■ **DESCRIPTION OF THE TASK**: Below this line is a set of entries; quote exactly the lines from the line that contains "from ..numerics.linalg import inverse, matmul" to the line that contains "from .modes import Modes, modes_of", both lines included.

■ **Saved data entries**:

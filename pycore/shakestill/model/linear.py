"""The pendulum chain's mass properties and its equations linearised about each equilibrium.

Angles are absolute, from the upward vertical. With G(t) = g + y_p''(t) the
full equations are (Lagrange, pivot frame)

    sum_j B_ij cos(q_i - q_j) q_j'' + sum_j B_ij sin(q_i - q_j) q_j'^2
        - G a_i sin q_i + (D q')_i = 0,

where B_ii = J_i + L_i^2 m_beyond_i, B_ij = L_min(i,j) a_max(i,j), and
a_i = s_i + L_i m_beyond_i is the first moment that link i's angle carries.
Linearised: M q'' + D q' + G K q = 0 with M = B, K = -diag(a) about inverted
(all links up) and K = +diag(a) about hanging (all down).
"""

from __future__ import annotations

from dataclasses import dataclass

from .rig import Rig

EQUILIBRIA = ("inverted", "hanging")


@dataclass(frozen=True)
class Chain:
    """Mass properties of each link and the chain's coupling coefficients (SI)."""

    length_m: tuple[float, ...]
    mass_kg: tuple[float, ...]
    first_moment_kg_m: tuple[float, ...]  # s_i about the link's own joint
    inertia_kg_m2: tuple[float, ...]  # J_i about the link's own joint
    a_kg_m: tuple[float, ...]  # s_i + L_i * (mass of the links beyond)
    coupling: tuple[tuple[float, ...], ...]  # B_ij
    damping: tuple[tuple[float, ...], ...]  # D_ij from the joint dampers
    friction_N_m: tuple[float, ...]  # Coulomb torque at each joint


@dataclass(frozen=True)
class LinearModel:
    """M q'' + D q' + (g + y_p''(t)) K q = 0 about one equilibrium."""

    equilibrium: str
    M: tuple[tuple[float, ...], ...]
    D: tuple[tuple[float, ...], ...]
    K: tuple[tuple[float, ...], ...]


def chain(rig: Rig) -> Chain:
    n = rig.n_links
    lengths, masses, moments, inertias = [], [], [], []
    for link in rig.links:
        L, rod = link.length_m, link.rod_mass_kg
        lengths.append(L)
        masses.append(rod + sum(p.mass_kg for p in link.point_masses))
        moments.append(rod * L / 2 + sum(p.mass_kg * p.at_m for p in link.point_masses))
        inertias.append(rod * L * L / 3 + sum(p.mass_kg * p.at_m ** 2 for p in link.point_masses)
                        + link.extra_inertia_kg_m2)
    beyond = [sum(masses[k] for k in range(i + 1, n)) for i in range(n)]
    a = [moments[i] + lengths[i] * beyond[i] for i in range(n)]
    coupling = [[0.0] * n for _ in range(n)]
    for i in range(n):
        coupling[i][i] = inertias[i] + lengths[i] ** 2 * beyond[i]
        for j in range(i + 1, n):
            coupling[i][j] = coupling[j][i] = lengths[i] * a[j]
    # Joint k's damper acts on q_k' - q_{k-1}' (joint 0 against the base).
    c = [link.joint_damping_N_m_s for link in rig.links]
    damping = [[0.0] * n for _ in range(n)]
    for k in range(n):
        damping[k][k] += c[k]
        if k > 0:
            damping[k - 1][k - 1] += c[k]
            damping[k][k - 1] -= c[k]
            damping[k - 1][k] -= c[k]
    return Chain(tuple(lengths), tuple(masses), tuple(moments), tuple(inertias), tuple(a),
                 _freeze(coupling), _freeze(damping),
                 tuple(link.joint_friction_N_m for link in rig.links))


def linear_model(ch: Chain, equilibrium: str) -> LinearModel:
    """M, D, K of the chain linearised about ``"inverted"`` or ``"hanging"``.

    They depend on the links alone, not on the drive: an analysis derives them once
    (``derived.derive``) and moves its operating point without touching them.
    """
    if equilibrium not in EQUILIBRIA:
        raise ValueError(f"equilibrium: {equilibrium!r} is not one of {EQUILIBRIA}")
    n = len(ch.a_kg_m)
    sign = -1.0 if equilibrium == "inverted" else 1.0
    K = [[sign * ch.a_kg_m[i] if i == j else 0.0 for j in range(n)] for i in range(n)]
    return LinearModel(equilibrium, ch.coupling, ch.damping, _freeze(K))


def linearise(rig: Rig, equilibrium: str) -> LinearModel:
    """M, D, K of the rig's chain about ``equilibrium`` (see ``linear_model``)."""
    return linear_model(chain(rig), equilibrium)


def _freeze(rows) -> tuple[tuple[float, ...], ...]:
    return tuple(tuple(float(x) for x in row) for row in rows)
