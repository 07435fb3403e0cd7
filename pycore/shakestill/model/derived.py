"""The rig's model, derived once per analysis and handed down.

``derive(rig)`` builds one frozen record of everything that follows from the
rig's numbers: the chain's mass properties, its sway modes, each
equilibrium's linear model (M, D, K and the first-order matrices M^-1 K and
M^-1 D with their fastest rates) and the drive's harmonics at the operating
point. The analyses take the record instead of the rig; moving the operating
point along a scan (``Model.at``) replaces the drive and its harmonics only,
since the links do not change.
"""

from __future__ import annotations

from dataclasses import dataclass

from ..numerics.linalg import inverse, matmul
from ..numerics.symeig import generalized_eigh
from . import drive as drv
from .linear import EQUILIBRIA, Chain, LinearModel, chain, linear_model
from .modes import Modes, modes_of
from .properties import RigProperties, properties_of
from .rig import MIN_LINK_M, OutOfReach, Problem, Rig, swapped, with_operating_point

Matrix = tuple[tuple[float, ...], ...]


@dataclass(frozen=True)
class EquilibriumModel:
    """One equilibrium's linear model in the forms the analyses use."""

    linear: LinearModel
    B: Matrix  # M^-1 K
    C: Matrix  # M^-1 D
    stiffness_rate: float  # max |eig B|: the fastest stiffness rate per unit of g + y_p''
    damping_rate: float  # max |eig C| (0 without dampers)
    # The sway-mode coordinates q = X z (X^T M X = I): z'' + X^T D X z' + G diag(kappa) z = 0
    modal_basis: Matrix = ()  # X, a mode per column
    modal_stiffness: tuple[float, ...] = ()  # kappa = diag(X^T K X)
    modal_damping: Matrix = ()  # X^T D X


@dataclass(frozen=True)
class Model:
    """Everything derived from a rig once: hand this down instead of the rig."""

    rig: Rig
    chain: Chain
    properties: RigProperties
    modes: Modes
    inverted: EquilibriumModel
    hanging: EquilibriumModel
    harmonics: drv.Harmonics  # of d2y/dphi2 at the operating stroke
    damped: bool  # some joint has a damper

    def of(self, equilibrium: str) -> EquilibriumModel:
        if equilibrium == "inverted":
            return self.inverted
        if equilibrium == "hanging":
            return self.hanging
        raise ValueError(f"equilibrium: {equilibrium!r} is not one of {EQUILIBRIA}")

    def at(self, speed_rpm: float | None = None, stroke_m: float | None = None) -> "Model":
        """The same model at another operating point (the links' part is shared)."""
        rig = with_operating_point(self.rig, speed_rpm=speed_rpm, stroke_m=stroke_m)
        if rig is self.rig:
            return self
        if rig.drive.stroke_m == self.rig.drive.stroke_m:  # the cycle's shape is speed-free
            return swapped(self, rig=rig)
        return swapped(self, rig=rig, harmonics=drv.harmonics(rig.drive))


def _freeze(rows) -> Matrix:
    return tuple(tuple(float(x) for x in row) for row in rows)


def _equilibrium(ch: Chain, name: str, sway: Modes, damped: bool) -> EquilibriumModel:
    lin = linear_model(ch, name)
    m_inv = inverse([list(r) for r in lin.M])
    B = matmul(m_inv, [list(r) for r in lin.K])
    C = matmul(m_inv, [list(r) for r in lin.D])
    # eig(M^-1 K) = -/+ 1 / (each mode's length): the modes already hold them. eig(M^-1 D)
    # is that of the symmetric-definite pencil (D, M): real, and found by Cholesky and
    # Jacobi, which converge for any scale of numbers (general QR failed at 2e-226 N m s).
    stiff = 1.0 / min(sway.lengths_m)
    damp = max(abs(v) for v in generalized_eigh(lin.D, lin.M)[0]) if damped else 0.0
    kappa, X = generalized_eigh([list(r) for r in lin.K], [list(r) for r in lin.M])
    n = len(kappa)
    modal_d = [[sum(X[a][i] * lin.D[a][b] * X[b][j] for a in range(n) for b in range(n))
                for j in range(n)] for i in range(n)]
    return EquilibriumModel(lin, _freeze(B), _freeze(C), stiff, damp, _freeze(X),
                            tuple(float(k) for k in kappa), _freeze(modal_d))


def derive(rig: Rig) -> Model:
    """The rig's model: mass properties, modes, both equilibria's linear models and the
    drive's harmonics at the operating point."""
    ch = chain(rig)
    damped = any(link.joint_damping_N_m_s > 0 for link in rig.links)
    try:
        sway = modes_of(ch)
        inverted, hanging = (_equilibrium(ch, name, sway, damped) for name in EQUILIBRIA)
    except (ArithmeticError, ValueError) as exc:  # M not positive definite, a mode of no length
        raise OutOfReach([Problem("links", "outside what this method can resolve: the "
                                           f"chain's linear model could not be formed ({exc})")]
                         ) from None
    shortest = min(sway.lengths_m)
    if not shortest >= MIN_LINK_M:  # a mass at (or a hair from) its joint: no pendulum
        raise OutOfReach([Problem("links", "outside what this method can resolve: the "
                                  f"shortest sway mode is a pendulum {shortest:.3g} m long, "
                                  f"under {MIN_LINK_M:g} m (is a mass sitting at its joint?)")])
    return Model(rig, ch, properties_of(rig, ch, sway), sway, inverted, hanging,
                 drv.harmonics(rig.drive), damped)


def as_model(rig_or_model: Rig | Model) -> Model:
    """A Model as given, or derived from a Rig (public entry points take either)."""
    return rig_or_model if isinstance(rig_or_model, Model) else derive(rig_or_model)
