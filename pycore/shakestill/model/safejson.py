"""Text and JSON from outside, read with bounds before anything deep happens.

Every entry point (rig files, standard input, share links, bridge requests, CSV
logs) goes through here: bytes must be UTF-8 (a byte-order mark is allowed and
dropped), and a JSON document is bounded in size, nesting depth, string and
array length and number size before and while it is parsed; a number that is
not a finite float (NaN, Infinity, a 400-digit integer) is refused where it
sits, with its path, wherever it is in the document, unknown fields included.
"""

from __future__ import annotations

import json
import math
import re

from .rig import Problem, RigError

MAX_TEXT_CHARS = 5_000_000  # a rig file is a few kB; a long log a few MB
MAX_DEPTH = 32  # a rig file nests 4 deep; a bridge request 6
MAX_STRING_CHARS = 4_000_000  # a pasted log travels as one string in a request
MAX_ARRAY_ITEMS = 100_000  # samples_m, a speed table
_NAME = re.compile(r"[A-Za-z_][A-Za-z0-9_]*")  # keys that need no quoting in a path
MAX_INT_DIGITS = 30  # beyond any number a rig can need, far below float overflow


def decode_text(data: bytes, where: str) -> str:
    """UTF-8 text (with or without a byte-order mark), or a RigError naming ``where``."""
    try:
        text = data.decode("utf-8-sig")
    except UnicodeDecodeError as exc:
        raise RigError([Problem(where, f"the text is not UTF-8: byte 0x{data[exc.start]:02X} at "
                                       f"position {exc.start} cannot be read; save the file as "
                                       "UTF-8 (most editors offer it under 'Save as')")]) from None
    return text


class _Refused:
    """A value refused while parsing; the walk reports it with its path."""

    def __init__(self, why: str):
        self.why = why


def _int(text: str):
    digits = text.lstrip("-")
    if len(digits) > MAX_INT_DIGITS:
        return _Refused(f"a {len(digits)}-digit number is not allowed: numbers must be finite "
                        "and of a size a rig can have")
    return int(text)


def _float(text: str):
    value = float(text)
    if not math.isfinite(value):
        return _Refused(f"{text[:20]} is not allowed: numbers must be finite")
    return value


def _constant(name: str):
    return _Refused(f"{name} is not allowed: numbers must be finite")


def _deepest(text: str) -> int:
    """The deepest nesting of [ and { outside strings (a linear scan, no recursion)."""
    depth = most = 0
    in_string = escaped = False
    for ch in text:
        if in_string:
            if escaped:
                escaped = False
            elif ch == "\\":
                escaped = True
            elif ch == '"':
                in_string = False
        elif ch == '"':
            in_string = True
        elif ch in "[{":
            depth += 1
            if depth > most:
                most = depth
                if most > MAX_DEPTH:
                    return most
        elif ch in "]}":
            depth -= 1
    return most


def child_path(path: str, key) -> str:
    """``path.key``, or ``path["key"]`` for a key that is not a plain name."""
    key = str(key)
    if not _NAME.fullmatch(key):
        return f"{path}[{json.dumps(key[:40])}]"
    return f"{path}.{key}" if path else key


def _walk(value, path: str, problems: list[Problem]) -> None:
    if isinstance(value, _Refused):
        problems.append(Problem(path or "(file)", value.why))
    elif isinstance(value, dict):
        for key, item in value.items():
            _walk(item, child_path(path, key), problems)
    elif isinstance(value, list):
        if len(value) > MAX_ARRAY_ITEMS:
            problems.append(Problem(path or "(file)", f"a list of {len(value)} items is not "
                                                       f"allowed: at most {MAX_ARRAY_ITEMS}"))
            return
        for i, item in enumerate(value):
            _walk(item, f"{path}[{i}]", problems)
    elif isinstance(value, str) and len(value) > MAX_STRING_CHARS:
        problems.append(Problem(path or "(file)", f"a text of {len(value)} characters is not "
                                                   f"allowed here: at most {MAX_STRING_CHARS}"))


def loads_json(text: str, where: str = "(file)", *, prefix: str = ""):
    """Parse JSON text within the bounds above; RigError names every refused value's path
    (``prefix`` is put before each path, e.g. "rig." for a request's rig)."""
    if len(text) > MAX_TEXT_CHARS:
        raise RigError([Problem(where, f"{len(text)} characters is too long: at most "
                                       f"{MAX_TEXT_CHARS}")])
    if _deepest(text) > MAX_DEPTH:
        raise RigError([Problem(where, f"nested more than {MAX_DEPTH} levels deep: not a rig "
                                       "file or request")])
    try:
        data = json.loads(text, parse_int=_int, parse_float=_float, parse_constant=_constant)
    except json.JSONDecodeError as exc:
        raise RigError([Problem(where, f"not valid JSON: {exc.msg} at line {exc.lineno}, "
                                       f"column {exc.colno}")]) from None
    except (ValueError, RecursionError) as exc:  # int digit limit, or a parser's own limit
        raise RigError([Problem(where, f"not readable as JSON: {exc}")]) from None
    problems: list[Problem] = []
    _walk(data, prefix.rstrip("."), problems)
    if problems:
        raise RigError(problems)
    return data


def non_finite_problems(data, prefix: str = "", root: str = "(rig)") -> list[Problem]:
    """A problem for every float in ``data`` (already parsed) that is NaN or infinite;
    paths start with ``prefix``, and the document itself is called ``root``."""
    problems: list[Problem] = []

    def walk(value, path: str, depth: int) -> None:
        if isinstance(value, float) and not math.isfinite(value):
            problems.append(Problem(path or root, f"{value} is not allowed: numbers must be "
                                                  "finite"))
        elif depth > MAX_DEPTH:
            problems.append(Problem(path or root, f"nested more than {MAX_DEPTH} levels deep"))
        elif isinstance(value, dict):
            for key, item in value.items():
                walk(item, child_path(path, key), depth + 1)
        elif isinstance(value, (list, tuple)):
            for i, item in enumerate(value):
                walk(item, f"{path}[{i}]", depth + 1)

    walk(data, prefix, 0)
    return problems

■ **PROBLEM SOLUTION**:
from ..numerics.linalg import inverse, matmul
from ..numerics.symeig import generalized_eigh
from . import drive as drv
from .linear import EQUILIBRIA, Chain, LinearModel, chain, linear_model
from .modes import Modes, modes_of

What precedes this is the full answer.